──────── Data excerpts

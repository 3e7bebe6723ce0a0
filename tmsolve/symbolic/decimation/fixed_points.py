"""Fixed points of decimation, all of them, with the eigenvalues of the linearised map.

Written symmetrically and divided by the largest eigenvalue, a renormalised matrix is the power
Mᵇ, so that a fixed point is a matrix with Mᵇ = M: its eigenvalues are 0 and 1 (and −1 for odd
b). Without negative entries it is a sum of blocks v vᵀ over disjoint sets of states, one for
each phase that coexists; with −1, a block alternates between two sets. These are finitely many
kinds, each with a continuous choice of v. A perturbation between eigenvectors with eigenvalues
t and u grows by Σ tᵏ uᵇ⁻¹⁻ᵏ, hence by b, 1 or 0: relevant with exponent y = 1, marginal, or gone
at once (D. R. Nelson and M. E. Fisher, Ann. Phys. 91, 226 (1975); S. Krinsky and D. Furman, Phys.
Rev. B 11, 2602 (1975); from memory).
"""

from __future__ import annotations

import itertools
from collections.abc import Iterator, Sequence
from dataclasses import dataclass
from fractions import Fraction
from typing import Any

import numpy as np

from ...errors import NotApplicable, TooLargeError
from .recursion import Recursion
from .recursion_closure import own_weight

__all__ = ["FixedPoint", "fixed_points"]

#: States; the partitions of more are too many.
_STATES = 7
#: A residual below which an iteration has found a vector.
_FOUND = 1e-13

#: A phase: the set of its states, or two sets that alternate.
Phase = tuple[tuple[int, ...], ...]


@dataclass(frozen=True, eq=False, repr=False)
class FixedPoint:
    """Weights that decimation leaves as they are.

    Attributes
    ----------
    phases : tuple of tuple of str
        States of each phase that coexists, ``A | B`` where a phase alternates between two sets.
    weights : ndarray, shape (n, n)
        One such matrix, symmetric, with largest eigenvalue 1; a zero is an infinite energy.
    freedom : int
        Dimension of the set of fixed points that it belongs to.
    eigenvalues : tuple of float
        Of the linearised map in the space of the couplings, largest first.
    exponents : tuple of float
        y = ln Λ/ln b: 1 relevant, 0 marginal, −inf gone after one step.
    """

    phases: tuple[tuple[str, ...], ...]
    weights: np.ndarray
    freedom: int
    eigenvalues: tuple[float, ...]
    exponents: tuple[float, ...]

    def __repr__(self) -> str:
        phases = " ".join("{" + ", ".join(phase).replace(", |, ", " | ") + "}" for phase in self.phases)
        free = f", a set of dimension {self.freedom}" if self.freedom else ""
        return f"<FixedPoint {phases}: eigenvalues {', '.join(f'{x:g}' for x in self.eigenvalues)}{free}>"


def fixed_points(step: Recursion) -> list[FixedPoint]:
    """Return every fixed point of a recursion, zero and infinite temperature included.

    Parameters
    ----------
    step : Recursion
        Of a chain with a given number of states, up to 7, that looks the same from both ends.

    Returns
    -------
    list of FixedPoint
        The most stable first.

    Raises
    ------
    NotApplicable
        A symbolic number of colours, a chain that does not look the same from both ends, or couplings
        that fill only part of the tables with the symmetry of the chain.

    Examples
    --------
    >>> from tmsolve import Chain, bond, ising
    >>> from tmsolve.symbolic.decimation.recursion import recursion
    >>> fixed_points(recursion(Chain(ising(), [bond(lambda s, t, J: -J*s*t)])))
    [<FixedPoint {-1, 1}: eigenvalues 0>, <FixedPoint {-1} {1}: eigenvalues 2>]
    """
    space = _space(step)
    found = []
    for phases in _partitions(len(space[0]), odd=step.b % 2 == 1):
        vectors = _vectors(phases, space)
        if vectors is not None:
            found.append(_fixed_point(step, phases, *vectors, space))
    return sorted(found, key=lambda point: (point.eigenvalues, len(point.phases)))


def _space(step: Recursion) -> list[np.ndarray]:
    """Return the classes of pairs of states with equal weights, as symmetric tables of 0 and 1."""
    table = step.table
    if table.others is not None:
        raise NotApplicable(
            f"fixed points are found state by state, and the number of colours, {table.number}, is a symbol; "
            "derive the recursion for a number, as in colours(3)"
        )
    n = table.size
    if n > _STATES:
        raise TooLargeError(f"the cut has {n} states; fixed points are found for up to {_STATES}", limit=_STATES)
    own = {pair: own_weight(table, pair) for pair in table.weights}
    _check_two_ways(own, n)
    classes: dict[Any, np.ndarray] = {}
    for i, j in own:
        (c, here), (d, there) = own[i, j], own[j, i]
        exponents = frozenset((k, e) for k in {*here, *there} if (e := here.get(k, 0) + there.get(k, 0)))
        classes.setdefault((c * d, exponents), np.zeros((n, n)))[i, j] = 1
    couplings = len(step.closure.coordinates)
    if len(classes) != couplings + 1:
        raise NotApplicable(
            f"the {couplings} couplings of this chain fill only part of the {len(classes)} dimensions of the tables "
            "with its symmetry; give every coupling that the symmetry allows a term of its own"
        )
    return list(classes.values())


def _check_two_ways(own: dict[tuple[int, int], tuple[Fraction, dict[int, Fraction]]], n: int) -> None:
    """Refuse weights that no gauge makes symmetric: products around triangles depend on the sense."""

    def around(i: int, j: int, k: int) -> tuple[Fraction, frozenset]:
        edges = [own.get(pair) for pair in ((i, j), (j, k), (k, i))]
        total: dict[int, Fraction] = {}
        number = Fraction(1)
        for edge in edges:
            if edge is None:
                return Fraction(0), frozenset()
            number *= edge[0]
            for name, e in edge[1].items():
                total[name] = total.get(name, Fraction(0)) + e
        return number, frozenset((name, e) for name, e in total.items() if e)

    two_ways = all((j, i) in own for i, j in own)
    if not two_ways or any(around(i, j, k) != around(k, j, i) for i, j, k in itertools.combinations(range(n), 3)):
        raise NotApplicable("fixed points are classified for chains that look the same from both ends")


def _partitions(n: int, odd: bool) -> Iterator[tuple[Phase, ...]]:
    """Yield all choices of disjoint sets of states, each possibly split into two that alternate."""

    def sort(states: Sequence[int]) -> Iterator[list[list[int]]]:
        if not states:
            yield []
            return
        first, rest = states[0], states[1:]
        for groups in sort(rest):
            yield groups
            yield [[first], *groups]
            for k in range(len(groups)):
                yield [*groups[:k], [first, *groups[k]], *groups[k + 1 :]]

    for groups in sort(range(n)):
        ordered = sorted(map(tuple, groups))
        ways = [_splits(group) if odd else [(group,)] for group in ordered]
        if ordered:
            yield from itertools.product(*ways)


def _splits(group: tuple[int, ...]) -> list[Phase]:
    first, rest = group[0], group[1:]
    splits: list[Phase] = [(group,)]
    for size in range(len(rest)):
        for inside in itertools.combinations(rest, size):
            splits.append(((first, *inside), tuple(i for i in rest if i not in inside)))
    return splits


def _pairs(phases: tuple[Phase, ...], n: int) -> np.ndarray:
    """Return where the matrix of these phases has entries."""
    there = np.zeros((n, n), dtype=bool)
    for phase in phases:
        there[np.ix_(phase[0], phase[-1])] = True
        there[np.ix_(phase[-1], phase[0])] = True
    return there


def _vectors(phases: tuple[Phase, ...], space: list[np.ndarray]) -> tuple[np.ndarray, int] | None:
    """Find v with v_i v_j constant on classes and unit length on every set; None if there is none.

    The logarithms of v lie in a linear space, in which Newton's method finds unit lengths.
    """
    n = len(space[0])
    there = _pairs(phases, n)
    if any((there & ~(sum(space) > 0)).ravel()) or any(len({*there[one > 0]}) > 1 for one in space):
        return None
    used = sorted({i for phase in phases for group in phase for i in group})
    equal = [np.zeros(n)]
    for one in space:
        inside = [pair for pair in np.argwhere(one > 0) if there[tuple(pair)]]
        for (i, j), (k, m) in itertools.pairwise(inside):
            row = np.zeros(n)
            for state, sign in ((i, 1), (j, 1), (k, -1), (m, -1)):
                row[state] += sign
            equal.append(row)
    _, lengths, axes = np.linalg.svd(np.array(equal)[:, used])
    basis = axes[int((lengths > 1e-9).sum()) :].T
    sets = [[used.index(i) for i in group] for phase in phases for group in phase]
    found = _unit_lengths(basis, sets)
    if found is None:
        return None
    logs, rank = found
    v = np.zeros(n)
    v[used] = np.exp(logs)
    return v, basis.shape[1] - rank


def _unit_lengths(basis: np.ndarray, sets: list[list[int]]) -> tuple[np.ndarray, int] | None:
    member = np.array([[float(i in group) for i in range(len(basis))] for group in sets])
    at = basis @ (basis.T @ (-0.5 * np.log(member.T @ member.sum(axis=1))))
    for _ in range(200):
        squares = member * np.exp(2 * at)
        short = 1 - squares.sum(axis=1)
        slope = 2 * squares @ basis
        if np.abs(short).max() < _FOUND:
            return at, int(np.linalg.matrix_rank(slope))
        change = basis @ np.linalg.lstsq(slope, short, rcond=None)[0]
        at = at + change * min(1.0, 1.0 / max(float(np.abs(change).max()), 1e-300))
    return None


def _fixed_point(
    step: Recursion, phases: tuple[Phase, ...], v: np.ndarray, freedom: int, space: list[np.ndarray]
) -> FixedPoint:
    weights = np.outer(v, v) * _pairs(phases, len(v))
    powers = [np.linalg.matrix_power(weights, k) for k in range(step.b + 1)]
    assert np.allclose(powers[-1], weights, atol=1e-10)
    linear = np.zeros((len(space), len(space)))
    for column, one in enumerate(space):
        moved = sum(powers[k] @ one @ powers[step.b - 1 - k] for k in range(step.b))
        linear[:, column] = [(moved * other).sum() / other.sum() for other in space]
    grown = sorted(np.linalg.eigvals(linear).real, reverse=True)
    # One of the eigenvalues b is that of the constant.
    grown.remove(min(grown, key=lambda x: abs(x - step.b)))
    rounded = tuple(float(round(x, 9)) + 0.0 for x in grown)
    exponents = tuple(float(np.log(x) / np.log(step.b)) if x > 0 else -np.inf for x in rounded)
    labels = step.table.cuts.labels
    names = tuple(
        tuple(x for k, group in enumerate(phase) for x in (["|"] if k else []) + [labels[i] for i in group])
        for phase in phases
    )
    return FixedPoint(names, weights, freedom, rounded, exponents)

────────────────

■ Assignment
Go through the listing above and work out how many lines contain the string "self". Reply with the number alone.

■ Answer to the problem
4